2 atoms/cell x 22.9898/6.02E23 = mass of unit cell = ?
Then mass = volume x density and
volume = mass/density = ?
a = V^1/34.3E-8 cm but you should go through all of the calculations. This is an estimate as are all of the calculations that follow. For the body centered unit cell
4r = a(3)^1/2 and solve for r. I get approx 186 pm.
B. What do you mean it would float if it didn't react so vigorously. It DOES float, vigorous reaction or not. I can't answer B part: I don't know to what information they refer.
A. Ah, let's get to the pointy end of science! To estimate the atomic radius of sodium, we can start by calculating the volume of the unit cell. Since sodium adopts a body-centered cubic (bcc) structure, the volume of the unit cell can be expressed as the cube of the edge length (a): V = a^3.
Now, the density of sodium is given as 0.97 g/cm^3. We know that the density (ρ) is equal to the mass (m) divided by the volume (V): ρ = m/V.
Since the molar mass of sodium (Na) is approximately 23 g/mol, we can use Avogadro's number (6.022 x 10^23) to calculate the mass of one sodium atom (m):
m = (atomic mass of Na) / (Avogadro's number) = 23 g/mol / (6.022 x 10^23 /mol) = 3.82 x 10^-23 g.
Now we can equate the two expressions for density, knowing that the unit cell contains two sodium atoms:
0.97 g/cm^3 = (2 x 3.82 x 10^-23 g) / (a^3).
Solving for a^3, we get:
(a^3) = (2 x 3.82 x 10^-23 g) / 0.97 g/cm^3 = 7.88 x 10^-23 cm^3.

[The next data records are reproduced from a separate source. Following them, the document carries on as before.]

#[test]
fn plan_outputs_csv_and_an_icalendar_that_parses() {
    let dir = tempfile::tempdir().unwrap();
    let (csv, ics) = (dir.path().join("plan.csv"), dir.path().join("holds.ics"));
    let out = fillpace().args(["plan", DEMO, "--json", "--csv"]).arg(&csv).arg("--ics").arg(&ics).output().unwrap();
    assert!(out.status.success(), "{}", String::from_utf8_lossy(&out.stderr));
    let plan = json_result(&out.stdout);
    let stages = plan["stages"].as_array().unwrap();
    let holds = stages.iter().filter(|s| !s["release"].is_null()).count();
    let table = std::fs::read_to_string(&csv).unwrap();
    // The caution line, a comment naming the stage geometry, the header
    // row, one row a stage.
    assert!(table.lines().nth(1).unwrap().starts_with("# stage geometry: full-footprint"), "{table}");
    assert_eq!(table.lines().count(), stages.len() + 3);
    // General-purpose iCalendar parser (icalendar crate, RFC 5545).
    let text = std::fs::read_to_string(&ics).unwrap();
    let unfolded = icalendar::parser::unfold(&text);
    let cal = icalendar::parser::read_calendar(&unfolded).expect("RFC 5545 calendar");
    let events: Vec<_> = cal.components.iter().filter(|c| c.name == "VEVENT").collect();
    assert_eq!(events.len(), stages.len() + holds);
    // DTSTAMP is the time of writing (today, UTC), every event carries a
    // SEQUENCE, and each lift event says to stop on any sign of distress.
    let today = chrono::Utc::now().format("%Y%m%d").to_string();
    let prop = |e: &icalendar::parser::Component, name: &str| {
        e.properties.iter().find(|p| p.name == name).map(|p| p.val.to_string()).unwrap_or_default()
    };
    for e in &events {
        assert!(prop(e, "DTSTAMP").starts_with(&today), "DTSTAMP {}", prop(e, "DTSTAMP"));
        assert!(prop(e, "SEQUENCE").parse::<i64>().unwrap() > 0);
        if prop(e, "SUMMARY").starts_with("Lift") {
            assert!(prop(e, "DESCRIPTION").contains("Stop filling on any sign of distress"));
        }
    }
    // Stable UIDs: a second export has the same UIDs and a SEQUENCE no lower.
    let ics2 = dir.path().join("again.ics");
    fillpace().args(["plan", DEMO, "--ics"]).arg(&ics2).assert().success();
    let text2 = std::fs::read_to_string(&ics2).unwrap();
    let unfolded2 = icalendar::parser::unfold(&text2);
    let cal2 = icalendar::parser::read_calendar(&unfolded2).unwrap();
    let events2: Vec<_> = cal2.components.iter().filter(|c| c.name == "VEVENT").collect();
    for (a, b) in events.iter().zip(&events2) {
        assert_eq!(prop(a, "UID"), prop(b, "UID"));
        assert!(prop(b, "SEQUENCE").parse::<i64>().unwrap() >= prop(a, "SEQUENCE").parse::<i64>().unwrap());
    }
}

#[test]
fn output_over_an_input_is_refused() {
    let dir = tempfile::tempdir().unwrap();
    let project = dir.path().join("p.toml");
    std::fs::copy(root(DEMO), &project).unwrap();
    let before = std::fs::read(&project).unwrap();
    fillpace()
        .arg("plan")
        .arg(&project)
        .arg("--csv")
        .arg(&project)
        .assert()
        .code(2)
        .stderr(predicate::str::contains("also an input"));
    assert_eq!(std::fs::read(&project).unwrap(), before);
}

#[test]
fn help_and_version() {
    fillpace().arg("--version").assert().success().stdout(predicate::str::contains(env!("CARGO_PKG_VERSION")));
    // Every command of the clap definition, subcommands included, has a
    // help page ending with an example.
    use clap::CommandFactory;
    fn leaves(c: &clap::Command, prefix: &[String], out: &mut Vec<Vec<String>>) {
        for s in c.get_subcommands().filter(|s| s.get_name() != "help") {
            let mut path = prefix.to_vec();
            path.push(s.get_name().to_string());
            if s.has_subcommands() {
                leaves(s, &path, out);
            } else {
                out.push(path);
            }
        }
    }
    let mut all = Vec::new();
    leaves(&fillpace::cli::Cli::command(), &[], &mut all);
    let names: Vec<String> = all.iter().map(|p| p.join(" ")).collect();
    for expected in ["new", "check", "assess", "stability", "plan", "compare", "risk", "release", "log verify"] {
        assert!(names.iter().any(|n| n == expected), "{expected} missing from {names:?}");
    }
    for path in &all {
        let out = fillpace().args(path).arg("--help").output().unwrap();
        assert!(out.status.success(), "{path:?}");
        let help = String::from_utf8_lossy(&out.stdout);
        assert!(help.contains("Example:\n  fillpace "), "{path:?} help has no example:\n{help}");
        assert!(help.contains("--quiet"), "{path:?} help lacks the global --quiet");
    }
}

Finally, taking the cube root of both sides, we find:
a ≈ 1.42 x 10^-7 cm.
This estimated value represents the body diagonal of the bcc structure, so to obtain the atomic radius (r), we divide by the square root of 3:
r ≈ (1.42 x 10^-7 cm) / √3 ≈ 8.20 x 10^-8 cm.
B. Now, onto the floating sodium situation! Cubic close-packed (ccp) structures have a packing efficiency of approximately 74%. This means that around 74% of the total volume is occupied by atoms. Since the density of bcc sodium was given (0.97 g/cm^3), we can calculate the density of ccp sodium using its packing efficiency:
Density of ccp sodium = Density of bcc sodium / Packing efficiency = 0.97 g/cm^3 / 0.74 ≈ 1.31 g/cm^3.
Considering that the density of water is approximately 1.0 g/cm^3, it appears that the density of ccp sodium is greater than that of water. Hence, if sodium were a cubic close-packed metal, it would not float on water. It seems sodium's floating dreams will remain a salty fantasy!
To estimate the atomic radius of sodium (Na), we'll use the information given: the body-centered cubic (BCC) structure and the density of 0.97 g/cm^3.
A. Estimating the Atomic Radius:
First, we need to calculate the molar mass of sodium (Na).
From the periodic table, the molar mass of sodium is approximately 22.99 g/mol.
Using Avogadro's number (6.022 × 10^23 atoms/mol), we can calculate the volume occupied by one sodium atom in the BCC structure.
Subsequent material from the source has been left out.